KBXT
- Wixon Valley, Texas; United States;
- Broadcast area: Bryan-College Station
- Frequency: 101.9 MHz
- Branding: 101.9 The Beat

Programming
- Format: Urban contemporary
- Affiliations: American Urban Radio Networks

Ownership
- Owner: Brazos Valley Communications, Ltd.

History
- First air date: November 1994
- Former call signs: KPXQ (1991–1993, CP); KLTR (1993–1996); KZTR (1996–2007);
- Call sign meaning: From "Beat"

Technical information
- Licensing authority: FCC
- Facility ID: 57802
- Class: A
- ERP: 2,500 watts
- HAAT: 156.2 m (512 ft)
- Transmitter coordinates: 30°48′5″N 96°27′58″W﻿ / ﻿30.80139°N 96.46611°W

Links
- Public license information: Public file; LMS;
- Webcast: Listen live
- Website: 1019thebeatfm.com

= KBXT =

KBXT (101.9 FM, "The Beat") is a radio station broadcasting an Urban Contemporary music format. Licensed to Wixon Valley, Texas, United States, the station is currently owned by Brazos Valley Communications, Ltd. and features programming from American Urban Radio Networks. The station's studios are located in Bryan and its transmitter is located south of Hearne, Texas.

==History==
The station was assigned the call sign KPXQ on July 12, 1991. On December 27, 1993, the station changed its call sign to KLTR, on December 20, 1996 to KZTR, and on December 13, 2007, to the current KBXT.

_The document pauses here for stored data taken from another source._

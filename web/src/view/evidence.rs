//! The rivals side by side in a table, with what the figures mean.

use record::results::Proof;
use report::number::count;
use report::proof;
use yew::prelude::*;

use crate::state::board::Board;
use crate::state::document::{Document, Slot};
use crate::view::differences::Differences;
use crate::view::figure::{figure, gap, share};
use crate::view::inspector::InspectorProps as EvidenceProps;
use crate::view::lane::is_over;
use crate::view::recorded::AgainstRecords;
use crate::view::results::Results;
use crate::view::rivals::HUES;
use crate::view::studies::Studies;

/// The section.
#[component]
pub(crate) fn Evidence(props: &EvidenceProps) -> Html {
    let (document, board) = (&props.document, &props.board);
    let best = crate::view::rivals::best_value(document, board);
    html! {
        <section aria-labelledby="evidence-heading" data-testid="evidence">
            <h2 id="evidence-heading">{ "Evidence" }</h2>
            <div class="scroll" tabindex="0" role="region" aria-label="The rivals side by side">
                <table>
                    <thead><tr>
                        for head in ["rival", "rows", "columns", "root bound", "root gap", "nodes", "bound now", "best found", "checked"] {
                            <th scope="col">{ head }</th>
                        }
                    </tr></thead>
                    <tbody>
                        for (place, slot) in document.slots.iter().enumerate() {
                            { row(document, board, place, slot, best) }
                        }
                    </tbody>
                </table>
            </div>
            <Results document={document.clone()} board={board.clone()} />
            <p class="prose">
                { "Gap is |incumbent − bound| / |incumbent|, with the best value known on this page as incumbent. \
                   A bound is called checked where exact arithmetic has proved that it is the optimum of the relaxation; \
                   checked to within an amount where what is proved is a bound that far from the figure. \
                   Node counts with + are of a search that is not finished." }
            </p>
            <AgainstRecords document={document.clone()} board={board.clone()} />
            <Differences document={document.clone()} board={board.clone()} />
            <Studies document={document.clone()} board={board.clone()} />
            <p class="prose caution">
                { "A plan that comes out of a model is a decision aid: the driving, working-time, energy and safety rules \
                   of the place, and the people licensed to apply them, come first." }
            </p>
        </section>
    }
}

fn row(document: &Document, board: &Board, place: usize, slot: &Slot, best: Option<f64>) -> Html {
    let lane = board.lane(slot.id);
    let size = |of: fn(&record::message::RivalReport) -> u32| {
        lane.rival.as_ref().map_or_else(|| "–".to_owned(), |rival| count(u64::from(of(rival))))
    };
    let open = if lane.nodes() > 0 && !is_over(&lane) { "+" } else { "" };
    let relaxation = document.is_relaxation(&slot.rival);
    let checked = match &lane.root {
        Some(root) if root.proof == Proof::Exact => "yes".to_owned(),
        Some(root) if root.proof == Proof::None => "no".to_owned(),
        Some(root) => proof::mark(root.proof, root.checked_within),
        None => "–".to_owned(),
    };
    html! {
        <tr key={slot.id.0} class={format!("hue-{}", place % HUES)}>
            <th scope="row"><span class="letter">{ Document::letter(place) }</span>{ " " }{ document.rival_title(&slot.rival) }</th>
            <td>{ size(|rival| rival.rows) }</td>
            <td>{ size(|rival| rival.columns) }</td>
            <td>{ figure(lane.root_bound()) }</td>
            <td>{ share(gap(best, lane.root_bound())) }</td>
            <td>{ count(u64::from(lane.nodes())) }{ open }</td>
            <td>{ figure(lane.bound()) }</td>
            <td>{ if relaxation { html! { <span class="soft">{ "a relaxation" }</span> } } else { figure(lane.incumbent()) } }</td>
            <td>{ checked }</td>
        </tr>
    }
}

KZTR had originally signed on as an affiliate of Z-Rock in the mid '90s, moving toward classic rock when the network ceased operations. It took on a Top 40 format as "B-102" in November 1998, only to flip to Adult Contemporary as "101.9 The Valley" in 2001. By 2006 it started simulcasting the same audio as KTAM (1240 AM), whose format is regional Mexican.

On November 29, 2007, KZTR flipped to "The Beat" and adopted a Rhythmic format featuring Hip Hop/R&B and Rhythmic Pop hits. While it is a rhythmic format, it is a Hip Hop/R&B station replacement for KVJM after that station flipped to Spanish language more than a year earlier. KBXT has since shifted towards a Mainstream Urban direction.

The KBXT call sign was previously assigned to a station in the Duluth, MN market at AM 1490.